[13] Although the Law Society Rules expressly allow a panel to take disciplinary action based on the potential “ungovernability of a respondent by the Society,” they do not provide any specific guidance as to what constitutes “ungovernability”, nor do they set out any factors or indicia of ungovernability.
[14] However, the decisions of discipline panels of the Law Society and of other jurisdictions are instructive.
[15] In particular, the concept of “ungovernability” was considered by the panel in Law Society of BC v. Spears, 2009 LSBC 28. Although the panel in that decision did not ultimately determine that the member was “ungovernable”, it described the concept as follows:
[7] The Panel is very concerned that the Respondent has in the past demonstrated an unwillingness to comply with conditions imposed upon him by the Law Society. It is a fundamental requirement of anyone who wishes to have the privilege of practising law that that person accept that their conduct will be governed by the Law Society and that they must respect and abide by the rules that govern their conduct. If a lawyer demonstrates that he or she is consistently unwilling or unable to fulfill these basic requirements of the privilege to practise, that lawyer can be characterized as “ungovernable” and cannot be permitted to continue practise.

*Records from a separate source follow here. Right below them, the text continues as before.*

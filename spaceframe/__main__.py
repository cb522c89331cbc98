"""`python -m spaceframe` runs the command line."""

from spaceframe.cli import main

raise SystemExit(main())
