#: The DXF ``$INSUNITS`` codes (drawing units of the model space, as listed
#: for that header variable in the DXF reference) with a short name and the
#: length of one unit in metres.  Inch-based values are exact by the 1959
#: international yard and pound agreement (1 in = 25.4 mm); US survey units
#: by their definition 1 ft = 1200/3937 m; the astronomical unit by IAU 2012
#: resolution B2, the light year as 365.25 days of light travel (IAU), the
#: parsec as 648000/pi au (IAU 2015 B2).  Code 0 (unitless) is deliberately
#: absent: it has no length.  This is the only length-unit table; every other map
#: (name -> code, name -> metres, the lengths of :data:`COMMON_UNITS`) is
#: derived from it.
INSUNITS: dict[int, tuple[str, float]] = {
    1: ("inch", 0.0254),
    2: ("ft", 0.3048),
    3: ("mi", 1609.344),
    4: ("mm", 1.0e-3),
    5: ("cm", 1.0e-2),
    6: ("m", 1.0),
    7: ("km", 1.0e3),
    8: ("microinch", 2.54e-8),
    9: ("mil", 2.54e-5),
    10: ("yd", 0.9144),
    11: ("angstrom", 1.0e-10),
    12: ("nm", 1.0e-9),
    13: ("um", 1.0e-6),
    14: ("dm", 0.1),
    15: ("dam", 10.0),
    16: ("hm", 100.0),
    17: ("Gm", 1.0e9),
    18: ("au", 149_597_870_700.0),
    19: ("ly", 9_460_730_472_580_800.0),
    20: ("pc", 648_000.0 / math.pi * 149_597_870_700.0),
    21: ("us_ft", 1200.0 / 3937.0),
    22: ("us_inch", 100.0 / 3937.0),
    23: ("us_yd", 3600.0 / 3937.0),
    24: ("us_mi", 6_336_000.0 / 3937.0),
}

#: Unit name -> $INSUNITS code, derived from :data:`INSUNITS`.
UNIT_CODES: dict[str, int] = {name: code for code, (name, _) in INSUNITS.items()}

# Spellings people type for the common units, mapped to table names; anything
# else goes to pint.  Lower-case keys: unit names compare case-insensitively
# except "Gm", which is reached through pint ("gigameter").
_LENGTH_ALIASES: dict[str, str] = {
    "in": "inch",
    "inches": "inch",
    "foot": "ft",
    "feet": "ft",
    "millimetre": "mm",
    "millimeter": "mm",
    "centimetre": "cm",
    "centimeter": "cm",
    "metre": "m",
    "meter": "m",
    "kilometre": "km",
    "kilometer": "km",
    "yard": "yd",
}

_LENGTH = (0, 1, 0, 0)
_N = (1, 1, -2, 0)
_PA = (1, -1, -2, 0)

#: Common unit names -> (SI value of one unit, dimension).  Exact by the SI
#: prefix definitions; the test suite checks every entry against pint.  Names
#: not listed here are handed to pint.
COMMON_UNITS: dict[str, tuple[float, Dims]] = {
    **{name: (INSUNITS[UNIT_CODES[name]][1], _LENGTH) for name in ("m", "cm", "mm")},
    "N": (1.0, _N),
    "kN": (1e3, _N),
    "MN": (1e6, _N),
    "Pa": (1.0, _PA),
    "kPa": (1e3, _PA),
    "MPa": (1e6, _PA),
    "GPa": (1e9, _PA),
    "N/m^2": (1.0, _PA),
    "kN/m^2": (1e3, _PA),
    "N/mm^2": (1e6, _PA),
    "kN/mm^2": (1e9, _PA),
    "kg/m^3": (1.0, (1, -3, 0, 0)),
    "t/m^3": (1e3, (1, -3, 0, 0)),
    "K": (1.0, (0, 0, 0, 1)),
    "delta_degC": (1.0, (0, 0, 0, 1)),
    "N/m": (1.0, (1, 0, -2, 0)),
    "kN/m": (1e3, (1, 0, -2, 0)),
    "N/mm": (1e3, (1, 0, -2, 0)),
    "kN/mm": (1e6, (1, 0, -2, 0)),
    "MN/m": (1e6, (1, 0, -2, 0)),
}
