def _nonlinear_lines(block: dict[str, Any]) -> list[str]:
    """One line per load path of a run: limit points, where it ended, slack members."""
    from spaceframe.project.analysis import path_phrases

    lines = []
    for name, r in block.get("results", {}).items():
        if "limit_points" not in r:
            lines.append(f"nonlinear {name}: no load path ({r['stopped']})")
            continue
        said, end = path_phrases(r)
        lines.append(f"nonlinear {name}: {said}; {end} in {r['steps']} steps; "
                     f"{r['slack']['count']} members slack at the end")
    return lines


def _cmd_new(args: argparse.Namespace, out: _Printer) -> int:
    from spaceframe import demos

    files = demos.write_demo(args.folder, args.demo, force=args.force)
    out.line(f"wrote the {args.demo} demo to {args.folder}:")
    for f in files:
        out.line(f"  {f}")
    toml = next((f for f in files if f.suffix == ".toml"), None)
    if toml is not None:
        out.line(f"next: spaceframe check {toml}  then  spaceframe run {toml}")
    return 0


def _folder_results(folder: Path, loaded: Any, out: _Printer) -> Any:
    """The results a run wrote into ``folder`` (its ``results.npz``), not solved again.

    A folder written before the tool wrote ``results.npz`` is solved again, and
    the command says so; results of a model that changed since the run are
    refused (ReadError: run it again).
    """
    from spaceframe.io import tables

    arrays = folder / tables.ARRAYS_FILE
    if not arrays.exists():
        out.line(f"{folder}: no {tables.ARRAYS_FILE} (written by an older version): "
                 "solving the model again")
        return loaded.solve()
    return tables.read_arrays(arrays, loaded.model)


def _cmd_view(args: argparse.Namespace, out: _Printer) -> int:
    from spaceframe import viewer
    from spaceframe.errors import ProjectError
    from spaceframe.run import job

    path: Path = args.model
    if not args.screenshot and not _has_display():
        # Before pyvista starts: VTK would print X-server warnings and show nothing.
        raise ProjectError("no display to open a window on (DISPLAY and WAYLAND_DISPLAY are "
                           "not set); use --screenshot out.png to render a picture off-screen")
    if args.screenshot and not args.screenshot.parent.is_dir():
        raise ProjectError(f"--screenshot {args.screenshot}: folder {args.screenshot.parent} "
                           "does not exist")
    folder = path if path.is_dir() else None
    if folder is not None:
        summ = folder / "summary.json"
        if not summ.exists():
            raise ProjectError(f"{path}: not a results folder (no summary.json)")
        path = Path(json.loads(summ.read_text())["source"])
    try:
        w, h = (int(v) for v in args.size.lower().split("x"))
    except ValueError:
        raise ProjectError(f"--size {args.size!r}: expected WIDTHxHEIGHT, e.g. 1600x1000") from None
    loaded = job.load(path)
    results = _folder_results(folder, loaded, out) if folder is not None else loaded.solve()
    if loaded.project is not None:  # envelopes too, as in the results folder's pictures
        results = viewer.with_envelopes(results, loaded.project.envelope_results(results))
    case = args.case or next(iter(results))
    if case not in results:
        raise ProjectError(f"--case {case!r}: no such case (have: {', '.join(results)})")
    options: dict[str, Any] = {}
    if args.color_by == "utilisation":
        from spaceframe.run import design as run_design

        envelopes = loaded.project.envelope_results(results) if loaded.project else {}
        design = run_design.run_checks(loaded.model, results, envelopes, loaded.project)
        if design is None or case not in design.per_result:
            raise ProjectError(
                f"--color-by utilisation: no design check of {case!r} (checks need a yield "
                "strength per member, or a [design] table; checked results: "
                + (", ".join(design.per_result) if design else "none") + ")")
        options["utilisation"] = design.per_result
    if args.screenshot:
        viewer.screenshot(results, case, args.screenshot, view=args.view, size=(w, h),
                          color_by=args.color_by, **options)
        out.line(f"wrote {args.screenshot}")
        return 0
    viewer.show(results, case, color_by=args.color_by, **options)
    return 0


def _cmd_study(args: argparse.Namespace, out: _Printer) -> int:
    from spaceframe.run import job
    from spaceframe.study import read_study, run_study, summary_lines

    model_file, vary, mode, folder = read_study(args.study)
    ctx, progress = out.progress()
    with ctx:
        progress("read")
        # The base model is read and healed once; every variant starts from it.
        loaded = job.load(model_file)
        sections = dict(loaded.project.sections) if loaded.project is not None else {}
        if folder.exists() and not folder.is_dir():
            raise OSError(f"{folder}: the study's output is a file, not a folder")
        folder.mkdir(parents=True, exist_ok=True)
        journal = folder / "study.jsonl"
        if args.restart and journal.exists():
            journal.unlink()  # the tool's own journal, nothing else
        table = run_study(
            loaded.model, vary, mode=mode, sections=sections,
            scheduler="serial" if args.serial else args.scheduler, workers=args.workers,
            journal=journal, progress=lambda k, n: progress(f"variants {k}/{n}"),
        )
        table.to_csv(folder / "study.csv")
    for text in loaded.warnings:
        out.line(f"warning: {text}")
    for text in summary_lines(table):
        out.line(text)
    for i in table.failed[:10]:
        out.line(f"variant {i + 1} failed: {table.rows[i]['error']}")
    out.line(f"table: {folder / 'study.csv'}")
    out.line("Results must be checked by a qualified engineer; local codes and licensed "
             "practice govern.")
    return 0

[8] The Law Society’s mandate to regulate lawyers in the best interests of the public cannot be fulfilled if it permits lawyers who have demonstrated ungovernability to continue to practise.
[9] All lawyers are expected to deal with the Law Society in an honest, open and forthright manner at all times. The Respondent has failed to do that. He has thereby put at serious risk his opportunity to have the privilege of practising.
[10] The Panel recognizes it cannot bind the hands of any future disciplinary panels, but it does wish to convey to the Respondent that this is very likely to be his last opportunity to display the sort of conduct expected of and required of all lawyers.”
[emphasis added]
[16] The issue of “ungovernability” was also discussed at some length in Law Society of BC v. Hall, 2007 LSBC 26. In that decision, the panel reviewed the decisions in Law Society of Upper Canada v. Hicks, [2005] LSDD No 6, Law Society of Upper Canada v. Misir, [2005] LSDD No 60 and Law Society of Manitoba v. Ward [1996] LSDD No 119, all of which were disciplinary cases in which the lawyers were found to be ungovernable and disbarred from the practice of law as a result, and concluded:
[27] The foregoing cases suggest that the relevant factors upon which a finding of ungovernability might be made will include some or all of the following:
1. A consistent and repetitive failure to respond to the Law Society’s inquiries.
2. An element of neglect of duties and obligations to the Law Society with respect to trust account reporting and records.
3. Some element of misleading behaviour directed to a client and/or the Law Society.
4. A failure or refusal to attend at the discipline hearing convened to consider the offending behaviours.
5. A discipline history involving allegations of professional misconduct over a period of time and involving a series of different circumstances.
6. A history of breaches of undertaking without apparent regard for the consequences of such behaviour.
7. A record or history of practising law while under suspension.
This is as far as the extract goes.